### Data for this exercise
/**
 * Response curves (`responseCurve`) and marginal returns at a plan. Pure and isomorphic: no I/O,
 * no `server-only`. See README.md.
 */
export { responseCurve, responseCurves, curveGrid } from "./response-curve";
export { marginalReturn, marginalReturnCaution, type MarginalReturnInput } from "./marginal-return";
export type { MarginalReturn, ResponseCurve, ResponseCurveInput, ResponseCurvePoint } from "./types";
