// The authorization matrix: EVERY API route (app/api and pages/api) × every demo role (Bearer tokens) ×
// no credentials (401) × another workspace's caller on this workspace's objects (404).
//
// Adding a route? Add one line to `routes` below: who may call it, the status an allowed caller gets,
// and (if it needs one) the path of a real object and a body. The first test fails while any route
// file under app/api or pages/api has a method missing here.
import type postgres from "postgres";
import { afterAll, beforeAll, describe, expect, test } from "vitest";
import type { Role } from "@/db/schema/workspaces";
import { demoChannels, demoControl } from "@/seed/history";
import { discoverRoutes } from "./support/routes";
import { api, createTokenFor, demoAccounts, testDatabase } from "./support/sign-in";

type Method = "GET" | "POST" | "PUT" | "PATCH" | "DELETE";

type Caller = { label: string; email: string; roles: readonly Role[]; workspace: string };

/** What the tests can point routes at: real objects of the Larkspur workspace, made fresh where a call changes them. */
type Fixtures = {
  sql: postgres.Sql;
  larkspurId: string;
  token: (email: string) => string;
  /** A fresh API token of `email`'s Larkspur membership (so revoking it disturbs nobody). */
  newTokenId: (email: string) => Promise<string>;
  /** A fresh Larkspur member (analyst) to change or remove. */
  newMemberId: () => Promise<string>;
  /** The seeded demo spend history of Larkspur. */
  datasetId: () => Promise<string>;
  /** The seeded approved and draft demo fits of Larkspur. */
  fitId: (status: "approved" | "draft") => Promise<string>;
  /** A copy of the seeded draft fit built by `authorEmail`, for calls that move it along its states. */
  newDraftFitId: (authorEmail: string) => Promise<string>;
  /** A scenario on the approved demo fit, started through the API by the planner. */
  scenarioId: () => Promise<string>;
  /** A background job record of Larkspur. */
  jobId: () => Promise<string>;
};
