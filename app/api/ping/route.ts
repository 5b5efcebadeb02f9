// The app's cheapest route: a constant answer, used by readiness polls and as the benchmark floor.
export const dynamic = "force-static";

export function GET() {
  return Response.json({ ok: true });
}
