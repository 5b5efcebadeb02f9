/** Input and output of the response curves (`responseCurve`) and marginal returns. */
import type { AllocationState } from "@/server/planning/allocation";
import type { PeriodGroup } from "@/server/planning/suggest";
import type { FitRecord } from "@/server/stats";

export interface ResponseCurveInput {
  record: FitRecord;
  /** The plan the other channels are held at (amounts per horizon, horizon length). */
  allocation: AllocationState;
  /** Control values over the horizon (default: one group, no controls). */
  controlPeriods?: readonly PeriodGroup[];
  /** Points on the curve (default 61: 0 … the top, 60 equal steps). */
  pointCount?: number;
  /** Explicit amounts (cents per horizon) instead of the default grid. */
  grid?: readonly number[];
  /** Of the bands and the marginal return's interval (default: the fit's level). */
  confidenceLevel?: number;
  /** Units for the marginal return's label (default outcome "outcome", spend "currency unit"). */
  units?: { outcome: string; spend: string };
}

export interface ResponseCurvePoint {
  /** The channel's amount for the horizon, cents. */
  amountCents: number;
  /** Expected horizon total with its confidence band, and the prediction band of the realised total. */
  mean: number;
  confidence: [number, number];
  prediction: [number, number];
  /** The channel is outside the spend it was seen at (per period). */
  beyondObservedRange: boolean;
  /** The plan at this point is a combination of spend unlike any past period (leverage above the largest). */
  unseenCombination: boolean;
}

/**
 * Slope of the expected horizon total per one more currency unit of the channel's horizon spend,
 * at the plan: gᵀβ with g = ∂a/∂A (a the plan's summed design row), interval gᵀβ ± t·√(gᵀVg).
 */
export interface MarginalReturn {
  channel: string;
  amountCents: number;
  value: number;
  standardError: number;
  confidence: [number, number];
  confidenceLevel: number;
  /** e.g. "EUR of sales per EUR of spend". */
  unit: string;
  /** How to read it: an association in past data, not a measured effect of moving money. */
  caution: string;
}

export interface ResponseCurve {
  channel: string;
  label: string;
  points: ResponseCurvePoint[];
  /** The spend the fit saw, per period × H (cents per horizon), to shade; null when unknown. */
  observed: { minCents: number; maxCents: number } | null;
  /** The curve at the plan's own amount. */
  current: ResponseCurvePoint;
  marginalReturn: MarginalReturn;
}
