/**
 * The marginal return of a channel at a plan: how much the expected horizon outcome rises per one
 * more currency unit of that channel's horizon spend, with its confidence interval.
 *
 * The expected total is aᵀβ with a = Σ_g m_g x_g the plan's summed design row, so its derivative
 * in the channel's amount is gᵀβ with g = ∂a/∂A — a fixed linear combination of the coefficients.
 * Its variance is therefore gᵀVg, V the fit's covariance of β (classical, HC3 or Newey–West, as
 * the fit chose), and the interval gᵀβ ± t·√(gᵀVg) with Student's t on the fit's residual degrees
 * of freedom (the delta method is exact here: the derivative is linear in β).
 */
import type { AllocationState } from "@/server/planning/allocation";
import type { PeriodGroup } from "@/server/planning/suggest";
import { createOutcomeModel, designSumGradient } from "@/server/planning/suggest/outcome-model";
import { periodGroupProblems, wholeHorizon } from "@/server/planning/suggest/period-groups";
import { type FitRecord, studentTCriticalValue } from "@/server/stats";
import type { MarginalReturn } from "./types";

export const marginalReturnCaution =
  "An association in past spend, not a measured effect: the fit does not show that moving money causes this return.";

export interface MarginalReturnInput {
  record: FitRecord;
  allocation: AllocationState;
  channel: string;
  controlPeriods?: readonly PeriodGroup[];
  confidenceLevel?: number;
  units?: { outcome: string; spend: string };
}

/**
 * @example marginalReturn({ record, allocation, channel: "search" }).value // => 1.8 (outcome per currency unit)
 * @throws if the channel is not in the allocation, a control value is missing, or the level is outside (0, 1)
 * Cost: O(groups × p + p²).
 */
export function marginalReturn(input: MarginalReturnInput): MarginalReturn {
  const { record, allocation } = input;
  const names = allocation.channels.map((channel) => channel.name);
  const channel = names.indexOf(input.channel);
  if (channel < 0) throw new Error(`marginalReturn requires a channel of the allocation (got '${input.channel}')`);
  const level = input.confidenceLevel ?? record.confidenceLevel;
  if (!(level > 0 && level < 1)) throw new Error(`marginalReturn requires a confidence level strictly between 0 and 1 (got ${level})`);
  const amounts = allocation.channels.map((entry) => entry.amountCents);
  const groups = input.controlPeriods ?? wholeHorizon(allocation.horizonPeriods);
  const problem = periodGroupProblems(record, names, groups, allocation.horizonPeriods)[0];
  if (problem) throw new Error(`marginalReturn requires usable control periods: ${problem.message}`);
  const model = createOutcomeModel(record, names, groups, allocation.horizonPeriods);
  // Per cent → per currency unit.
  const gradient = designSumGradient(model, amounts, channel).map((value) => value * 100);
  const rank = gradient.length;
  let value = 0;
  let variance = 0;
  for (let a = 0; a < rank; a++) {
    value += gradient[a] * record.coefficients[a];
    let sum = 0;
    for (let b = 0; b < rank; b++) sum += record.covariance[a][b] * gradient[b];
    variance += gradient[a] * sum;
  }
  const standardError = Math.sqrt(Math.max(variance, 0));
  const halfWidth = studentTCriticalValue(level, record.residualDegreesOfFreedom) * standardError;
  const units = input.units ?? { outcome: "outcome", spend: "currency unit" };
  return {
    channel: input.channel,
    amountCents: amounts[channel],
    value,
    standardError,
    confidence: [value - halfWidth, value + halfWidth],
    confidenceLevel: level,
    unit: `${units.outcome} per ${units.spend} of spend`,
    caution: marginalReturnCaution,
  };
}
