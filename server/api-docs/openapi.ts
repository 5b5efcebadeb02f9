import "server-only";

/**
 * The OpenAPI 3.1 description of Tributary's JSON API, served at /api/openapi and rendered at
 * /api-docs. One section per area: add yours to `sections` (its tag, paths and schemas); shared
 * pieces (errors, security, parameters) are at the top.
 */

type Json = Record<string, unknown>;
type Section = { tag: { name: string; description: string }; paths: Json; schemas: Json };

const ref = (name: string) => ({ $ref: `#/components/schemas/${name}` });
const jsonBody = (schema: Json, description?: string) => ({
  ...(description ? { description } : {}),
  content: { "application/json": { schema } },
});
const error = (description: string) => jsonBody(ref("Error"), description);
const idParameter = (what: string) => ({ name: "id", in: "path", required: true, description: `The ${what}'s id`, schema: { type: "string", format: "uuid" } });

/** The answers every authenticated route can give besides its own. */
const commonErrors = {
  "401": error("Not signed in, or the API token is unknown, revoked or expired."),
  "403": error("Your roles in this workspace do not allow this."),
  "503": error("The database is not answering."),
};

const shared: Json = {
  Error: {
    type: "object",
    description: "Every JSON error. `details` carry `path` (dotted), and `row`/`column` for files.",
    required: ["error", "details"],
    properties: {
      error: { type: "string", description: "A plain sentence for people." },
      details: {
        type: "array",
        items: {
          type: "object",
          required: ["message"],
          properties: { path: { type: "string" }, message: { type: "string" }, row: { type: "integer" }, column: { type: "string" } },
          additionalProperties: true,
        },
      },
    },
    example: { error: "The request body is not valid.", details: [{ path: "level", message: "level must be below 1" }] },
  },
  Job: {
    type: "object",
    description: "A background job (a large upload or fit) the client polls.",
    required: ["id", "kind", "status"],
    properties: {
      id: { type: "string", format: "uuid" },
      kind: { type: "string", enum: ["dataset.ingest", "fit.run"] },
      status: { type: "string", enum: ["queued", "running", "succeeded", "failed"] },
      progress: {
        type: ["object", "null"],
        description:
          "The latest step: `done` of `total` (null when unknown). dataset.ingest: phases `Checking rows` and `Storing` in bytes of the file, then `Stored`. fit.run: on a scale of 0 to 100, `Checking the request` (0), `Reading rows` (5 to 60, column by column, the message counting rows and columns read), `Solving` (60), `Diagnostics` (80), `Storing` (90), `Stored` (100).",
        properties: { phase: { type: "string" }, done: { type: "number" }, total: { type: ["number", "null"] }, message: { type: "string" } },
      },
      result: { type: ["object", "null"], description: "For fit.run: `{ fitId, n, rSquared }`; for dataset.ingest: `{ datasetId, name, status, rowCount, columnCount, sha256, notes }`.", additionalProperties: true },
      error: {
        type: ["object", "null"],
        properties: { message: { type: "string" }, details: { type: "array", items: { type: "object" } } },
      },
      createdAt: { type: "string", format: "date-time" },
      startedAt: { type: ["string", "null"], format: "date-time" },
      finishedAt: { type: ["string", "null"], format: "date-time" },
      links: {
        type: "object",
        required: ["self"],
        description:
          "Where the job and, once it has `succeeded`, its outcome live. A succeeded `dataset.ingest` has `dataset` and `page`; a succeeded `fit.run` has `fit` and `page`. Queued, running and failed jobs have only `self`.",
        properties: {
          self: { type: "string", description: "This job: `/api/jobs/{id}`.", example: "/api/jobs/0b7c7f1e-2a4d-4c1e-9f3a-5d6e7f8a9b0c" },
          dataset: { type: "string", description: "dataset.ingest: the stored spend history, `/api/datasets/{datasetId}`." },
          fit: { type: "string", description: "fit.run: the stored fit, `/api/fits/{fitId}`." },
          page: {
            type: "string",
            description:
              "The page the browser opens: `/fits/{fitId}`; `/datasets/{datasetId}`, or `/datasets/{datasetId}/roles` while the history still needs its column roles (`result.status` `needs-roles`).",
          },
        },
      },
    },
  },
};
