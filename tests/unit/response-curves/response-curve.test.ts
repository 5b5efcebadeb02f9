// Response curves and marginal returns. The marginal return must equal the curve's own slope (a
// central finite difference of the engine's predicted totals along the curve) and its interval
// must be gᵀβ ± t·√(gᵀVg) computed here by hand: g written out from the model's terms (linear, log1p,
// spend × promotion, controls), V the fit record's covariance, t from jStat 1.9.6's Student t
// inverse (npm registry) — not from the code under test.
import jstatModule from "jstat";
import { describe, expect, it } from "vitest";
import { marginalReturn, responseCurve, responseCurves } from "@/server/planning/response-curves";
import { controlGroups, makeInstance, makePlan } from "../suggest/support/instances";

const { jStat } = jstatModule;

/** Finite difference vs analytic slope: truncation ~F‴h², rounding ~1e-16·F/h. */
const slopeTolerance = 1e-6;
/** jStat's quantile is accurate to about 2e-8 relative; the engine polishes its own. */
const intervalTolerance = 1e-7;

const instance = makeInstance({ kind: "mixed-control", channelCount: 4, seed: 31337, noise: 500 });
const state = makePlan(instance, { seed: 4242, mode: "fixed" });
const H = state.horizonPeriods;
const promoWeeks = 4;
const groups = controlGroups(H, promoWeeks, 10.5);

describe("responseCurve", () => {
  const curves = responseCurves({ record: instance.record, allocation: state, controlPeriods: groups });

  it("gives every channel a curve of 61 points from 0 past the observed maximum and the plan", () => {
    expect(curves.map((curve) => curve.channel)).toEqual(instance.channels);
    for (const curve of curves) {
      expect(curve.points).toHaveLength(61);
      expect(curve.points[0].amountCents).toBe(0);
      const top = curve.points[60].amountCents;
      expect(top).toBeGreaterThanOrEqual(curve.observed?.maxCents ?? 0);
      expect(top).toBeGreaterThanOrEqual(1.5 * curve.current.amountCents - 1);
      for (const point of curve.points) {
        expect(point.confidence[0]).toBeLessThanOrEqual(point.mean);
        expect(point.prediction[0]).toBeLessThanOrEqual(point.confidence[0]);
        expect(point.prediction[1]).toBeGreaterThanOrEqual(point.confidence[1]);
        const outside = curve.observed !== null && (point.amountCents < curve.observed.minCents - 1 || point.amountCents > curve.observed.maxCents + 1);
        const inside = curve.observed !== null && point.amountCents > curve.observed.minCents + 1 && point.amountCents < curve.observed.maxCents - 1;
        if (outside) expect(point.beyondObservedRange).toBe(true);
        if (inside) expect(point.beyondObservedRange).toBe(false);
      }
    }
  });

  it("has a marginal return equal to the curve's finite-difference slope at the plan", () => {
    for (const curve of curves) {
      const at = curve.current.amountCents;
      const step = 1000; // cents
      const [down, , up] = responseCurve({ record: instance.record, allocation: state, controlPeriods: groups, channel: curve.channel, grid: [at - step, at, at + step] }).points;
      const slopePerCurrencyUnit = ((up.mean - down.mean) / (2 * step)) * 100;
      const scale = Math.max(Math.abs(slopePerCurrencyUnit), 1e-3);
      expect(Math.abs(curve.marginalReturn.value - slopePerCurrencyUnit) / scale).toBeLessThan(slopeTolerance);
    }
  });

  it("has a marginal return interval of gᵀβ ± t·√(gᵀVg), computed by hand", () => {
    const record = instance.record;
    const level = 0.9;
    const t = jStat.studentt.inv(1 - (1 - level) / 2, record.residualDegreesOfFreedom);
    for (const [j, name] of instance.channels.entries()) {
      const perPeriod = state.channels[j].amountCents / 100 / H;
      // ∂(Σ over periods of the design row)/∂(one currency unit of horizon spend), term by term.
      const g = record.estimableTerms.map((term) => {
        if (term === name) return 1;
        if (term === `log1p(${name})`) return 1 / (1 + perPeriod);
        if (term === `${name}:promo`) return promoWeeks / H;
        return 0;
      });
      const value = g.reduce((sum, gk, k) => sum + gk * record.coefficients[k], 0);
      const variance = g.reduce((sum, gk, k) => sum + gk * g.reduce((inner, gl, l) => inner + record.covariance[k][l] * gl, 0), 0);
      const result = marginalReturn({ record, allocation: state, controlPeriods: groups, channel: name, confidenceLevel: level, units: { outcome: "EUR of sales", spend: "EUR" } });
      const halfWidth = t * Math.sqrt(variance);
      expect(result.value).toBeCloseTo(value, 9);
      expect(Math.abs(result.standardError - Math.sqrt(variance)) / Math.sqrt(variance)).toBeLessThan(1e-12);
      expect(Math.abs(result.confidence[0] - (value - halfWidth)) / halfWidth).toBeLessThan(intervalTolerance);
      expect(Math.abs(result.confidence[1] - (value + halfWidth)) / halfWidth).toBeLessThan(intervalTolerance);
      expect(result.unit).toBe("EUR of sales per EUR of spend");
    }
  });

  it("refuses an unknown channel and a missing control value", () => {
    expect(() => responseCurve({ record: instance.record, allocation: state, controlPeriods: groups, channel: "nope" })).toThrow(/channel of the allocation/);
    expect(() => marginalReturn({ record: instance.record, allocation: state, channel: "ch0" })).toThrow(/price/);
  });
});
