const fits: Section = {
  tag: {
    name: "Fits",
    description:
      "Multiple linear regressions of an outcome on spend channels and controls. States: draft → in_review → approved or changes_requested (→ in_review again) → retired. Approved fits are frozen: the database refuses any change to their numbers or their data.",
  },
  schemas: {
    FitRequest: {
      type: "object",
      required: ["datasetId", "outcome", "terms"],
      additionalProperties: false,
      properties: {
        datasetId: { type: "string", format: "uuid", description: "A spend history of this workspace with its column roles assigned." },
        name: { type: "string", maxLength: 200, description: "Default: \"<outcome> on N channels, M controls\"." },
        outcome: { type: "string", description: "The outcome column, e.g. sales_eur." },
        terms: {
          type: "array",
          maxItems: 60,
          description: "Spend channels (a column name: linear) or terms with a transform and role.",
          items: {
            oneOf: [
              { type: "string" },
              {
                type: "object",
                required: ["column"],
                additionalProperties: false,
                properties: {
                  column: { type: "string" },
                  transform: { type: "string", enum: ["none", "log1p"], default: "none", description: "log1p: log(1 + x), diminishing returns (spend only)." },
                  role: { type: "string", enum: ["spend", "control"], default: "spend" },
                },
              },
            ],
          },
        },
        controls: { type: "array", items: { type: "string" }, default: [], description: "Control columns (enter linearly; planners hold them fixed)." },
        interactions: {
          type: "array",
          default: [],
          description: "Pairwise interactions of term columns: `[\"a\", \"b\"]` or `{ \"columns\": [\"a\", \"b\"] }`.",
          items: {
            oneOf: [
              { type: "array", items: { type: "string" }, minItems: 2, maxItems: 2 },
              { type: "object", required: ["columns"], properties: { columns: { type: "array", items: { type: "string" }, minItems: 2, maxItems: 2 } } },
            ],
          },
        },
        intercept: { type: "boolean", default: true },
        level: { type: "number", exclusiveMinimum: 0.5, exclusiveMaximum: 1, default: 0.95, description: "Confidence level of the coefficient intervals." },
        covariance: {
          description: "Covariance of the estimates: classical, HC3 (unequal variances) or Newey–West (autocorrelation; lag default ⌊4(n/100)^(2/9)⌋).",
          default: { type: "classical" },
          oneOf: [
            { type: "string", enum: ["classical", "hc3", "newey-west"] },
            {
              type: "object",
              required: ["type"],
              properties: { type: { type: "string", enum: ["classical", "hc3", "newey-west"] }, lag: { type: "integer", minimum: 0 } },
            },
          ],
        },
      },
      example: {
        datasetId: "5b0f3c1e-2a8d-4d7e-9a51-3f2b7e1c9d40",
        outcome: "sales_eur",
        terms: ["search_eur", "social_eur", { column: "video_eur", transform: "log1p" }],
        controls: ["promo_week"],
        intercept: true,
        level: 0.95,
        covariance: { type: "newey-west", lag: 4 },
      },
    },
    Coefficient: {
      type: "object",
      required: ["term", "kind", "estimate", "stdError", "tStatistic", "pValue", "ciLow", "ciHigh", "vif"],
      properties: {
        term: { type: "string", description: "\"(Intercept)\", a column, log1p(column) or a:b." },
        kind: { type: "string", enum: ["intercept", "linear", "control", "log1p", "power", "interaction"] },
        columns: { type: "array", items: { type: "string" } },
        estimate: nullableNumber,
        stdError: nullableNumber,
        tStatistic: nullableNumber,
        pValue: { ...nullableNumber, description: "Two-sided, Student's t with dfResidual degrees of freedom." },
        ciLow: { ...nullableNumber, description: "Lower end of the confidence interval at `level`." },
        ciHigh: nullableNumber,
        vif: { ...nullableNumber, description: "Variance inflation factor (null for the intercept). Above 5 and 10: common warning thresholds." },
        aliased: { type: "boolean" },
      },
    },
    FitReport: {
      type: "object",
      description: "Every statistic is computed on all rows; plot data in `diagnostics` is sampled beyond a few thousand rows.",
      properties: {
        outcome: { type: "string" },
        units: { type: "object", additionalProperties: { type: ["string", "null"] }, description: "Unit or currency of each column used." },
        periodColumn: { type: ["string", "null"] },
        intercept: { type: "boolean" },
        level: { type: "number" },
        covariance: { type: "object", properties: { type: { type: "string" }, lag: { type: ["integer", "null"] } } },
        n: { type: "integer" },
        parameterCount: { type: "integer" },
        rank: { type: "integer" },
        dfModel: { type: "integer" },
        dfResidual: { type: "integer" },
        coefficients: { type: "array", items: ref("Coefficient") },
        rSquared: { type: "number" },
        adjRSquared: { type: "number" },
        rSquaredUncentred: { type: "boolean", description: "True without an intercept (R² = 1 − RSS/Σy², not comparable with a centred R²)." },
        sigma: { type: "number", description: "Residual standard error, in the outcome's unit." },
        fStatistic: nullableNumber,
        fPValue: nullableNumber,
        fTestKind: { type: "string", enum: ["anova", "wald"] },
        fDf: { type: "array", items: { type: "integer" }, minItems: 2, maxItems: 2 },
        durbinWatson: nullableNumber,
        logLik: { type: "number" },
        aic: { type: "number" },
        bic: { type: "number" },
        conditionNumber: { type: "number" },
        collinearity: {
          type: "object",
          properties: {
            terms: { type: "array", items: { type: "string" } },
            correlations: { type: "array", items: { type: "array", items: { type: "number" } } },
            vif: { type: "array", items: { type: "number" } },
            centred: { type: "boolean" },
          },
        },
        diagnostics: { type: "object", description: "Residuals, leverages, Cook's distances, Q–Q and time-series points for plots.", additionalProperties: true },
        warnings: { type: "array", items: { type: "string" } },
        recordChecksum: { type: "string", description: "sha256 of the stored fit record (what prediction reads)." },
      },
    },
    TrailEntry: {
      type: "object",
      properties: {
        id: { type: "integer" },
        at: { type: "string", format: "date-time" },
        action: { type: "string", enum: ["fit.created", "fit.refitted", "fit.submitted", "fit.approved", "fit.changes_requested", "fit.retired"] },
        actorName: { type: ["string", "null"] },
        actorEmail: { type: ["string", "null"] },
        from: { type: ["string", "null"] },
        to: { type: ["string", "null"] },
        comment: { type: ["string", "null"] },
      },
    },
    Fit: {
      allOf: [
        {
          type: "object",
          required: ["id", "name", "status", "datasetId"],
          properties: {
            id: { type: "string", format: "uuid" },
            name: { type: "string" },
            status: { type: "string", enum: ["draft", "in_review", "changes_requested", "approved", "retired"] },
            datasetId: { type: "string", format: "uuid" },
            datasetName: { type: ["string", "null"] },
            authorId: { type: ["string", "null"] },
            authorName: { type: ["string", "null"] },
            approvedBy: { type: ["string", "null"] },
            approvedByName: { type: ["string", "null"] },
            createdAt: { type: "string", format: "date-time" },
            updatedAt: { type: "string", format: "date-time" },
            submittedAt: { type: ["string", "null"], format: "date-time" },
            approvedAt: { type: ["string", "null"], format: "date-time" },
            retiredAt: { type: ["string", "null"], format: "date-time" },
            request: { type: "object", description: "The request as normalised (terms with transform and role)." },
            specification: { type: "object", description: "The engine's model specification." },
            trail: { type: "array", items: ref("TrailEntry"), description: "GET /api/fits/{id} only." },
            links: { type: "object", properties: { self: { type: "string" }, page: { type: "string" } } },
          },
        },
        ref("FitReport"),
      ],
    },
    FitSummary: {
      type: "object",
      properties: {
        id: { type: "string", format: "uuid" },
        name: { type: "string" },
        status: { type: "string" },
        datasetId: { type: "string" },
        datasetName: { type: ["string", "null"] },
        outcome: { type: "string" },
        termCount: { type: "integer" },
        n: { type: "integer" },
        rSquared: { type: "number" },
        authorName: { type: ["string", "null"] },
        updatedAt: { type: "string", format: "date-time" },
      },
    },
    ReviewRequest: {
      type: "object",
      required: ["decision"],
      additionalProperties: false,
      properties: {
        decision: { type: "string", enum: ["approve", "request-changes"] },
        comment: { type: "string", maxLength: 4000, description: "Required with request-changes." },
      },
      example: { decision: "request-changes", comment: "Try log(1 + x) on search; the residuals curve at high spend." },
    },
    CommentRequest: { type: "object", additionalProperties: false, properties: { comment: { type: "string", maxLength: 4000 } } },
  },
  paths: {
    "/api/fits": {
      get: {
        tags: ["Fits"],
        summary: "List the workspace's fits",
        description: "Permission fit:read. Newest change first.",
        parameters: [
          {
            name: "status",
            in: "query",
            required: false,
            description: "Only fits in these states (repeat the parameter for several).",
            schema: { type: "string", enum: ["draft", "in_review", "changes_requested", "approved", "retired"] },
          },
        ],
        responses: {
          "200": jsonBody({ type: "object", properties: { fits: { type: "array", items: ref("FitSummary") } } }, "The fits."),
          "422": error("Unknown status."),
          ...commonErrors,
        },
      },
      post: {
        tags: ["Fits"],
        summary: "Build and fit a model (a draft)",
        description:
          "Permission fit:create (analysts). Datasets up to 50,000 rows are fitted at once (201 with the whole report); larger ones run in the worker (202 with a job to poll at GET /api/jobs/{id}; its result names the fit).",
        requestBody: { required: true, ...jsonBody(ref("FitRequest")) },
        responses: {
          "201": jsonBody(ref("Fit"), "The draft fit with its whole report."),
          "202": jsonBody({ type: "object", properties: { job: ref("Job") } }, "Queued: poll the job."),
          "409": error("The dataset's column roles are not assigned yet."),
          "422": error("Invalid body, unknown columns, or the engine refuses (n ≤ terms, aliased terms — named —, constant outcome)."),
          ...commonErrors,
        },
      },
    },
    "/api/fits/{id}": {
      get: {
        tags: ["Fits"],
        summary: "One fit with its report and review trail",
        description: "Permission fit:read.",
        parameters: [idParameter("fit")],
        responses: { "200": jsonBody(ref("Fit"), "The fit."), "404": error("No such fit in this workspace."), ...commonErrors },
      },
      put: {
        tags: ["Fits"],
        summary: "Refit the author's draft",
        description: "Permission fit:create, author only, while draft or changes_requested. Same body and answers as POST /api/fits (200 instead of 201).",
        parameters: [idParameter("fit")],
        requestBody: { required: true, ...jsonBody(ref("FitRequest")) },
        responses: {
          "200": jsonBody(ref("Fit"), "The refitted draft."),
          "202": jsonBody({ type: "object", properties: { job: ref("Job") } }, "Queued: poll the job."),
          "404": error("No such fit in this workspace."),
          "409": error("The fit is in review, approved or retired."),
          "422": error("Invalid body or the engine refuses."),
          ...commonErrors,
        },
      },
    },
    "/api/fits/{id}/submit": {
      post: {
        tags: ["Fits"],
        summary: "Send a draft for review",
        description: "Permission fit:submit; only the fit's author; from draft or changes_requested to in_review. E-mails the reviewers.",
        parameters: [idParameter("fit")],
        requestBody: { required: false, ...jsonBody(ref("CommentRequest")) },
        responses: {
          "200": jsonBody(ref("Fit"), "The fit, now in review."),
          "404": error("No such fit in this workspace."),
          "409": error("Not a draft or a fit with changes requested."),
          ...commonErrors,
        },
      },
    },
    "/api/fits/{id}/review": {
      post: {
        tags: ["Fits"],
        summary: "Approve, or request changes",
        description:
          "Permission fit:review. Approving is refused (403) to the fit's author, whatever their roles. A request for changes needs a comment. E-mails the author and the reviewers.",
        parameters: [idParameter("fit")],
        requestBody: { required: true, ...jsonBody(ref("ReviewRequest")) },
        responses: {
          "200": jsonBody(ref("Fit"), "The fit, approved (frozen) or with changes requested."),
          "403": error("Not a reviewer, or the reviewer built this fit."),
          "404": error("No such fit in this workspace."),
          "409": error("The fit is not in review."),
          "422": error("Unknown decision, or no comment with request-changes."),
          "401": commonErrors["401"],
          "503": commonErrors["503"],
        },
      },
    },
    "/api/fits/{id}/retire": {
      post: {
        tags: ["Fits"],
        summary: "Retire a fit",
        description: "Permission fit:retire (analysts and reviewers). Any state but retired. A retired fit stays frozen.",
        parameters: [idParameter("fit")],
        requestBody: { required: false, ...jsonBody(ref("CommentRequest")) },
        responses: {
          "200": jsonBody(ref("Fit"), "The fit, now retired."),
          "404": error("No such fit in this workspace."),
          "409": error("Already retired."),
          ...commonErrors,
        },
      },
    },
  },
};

### What to do
Please copy each line of the entries in which the word "current" shows up.

### Solution for this task
  current: ResponseCurvePoint;
      expect(top).toBeGreaterThanOrEqual(1.5 * curve.current.amountCents - 1);
      const at = curve.current.amountCents;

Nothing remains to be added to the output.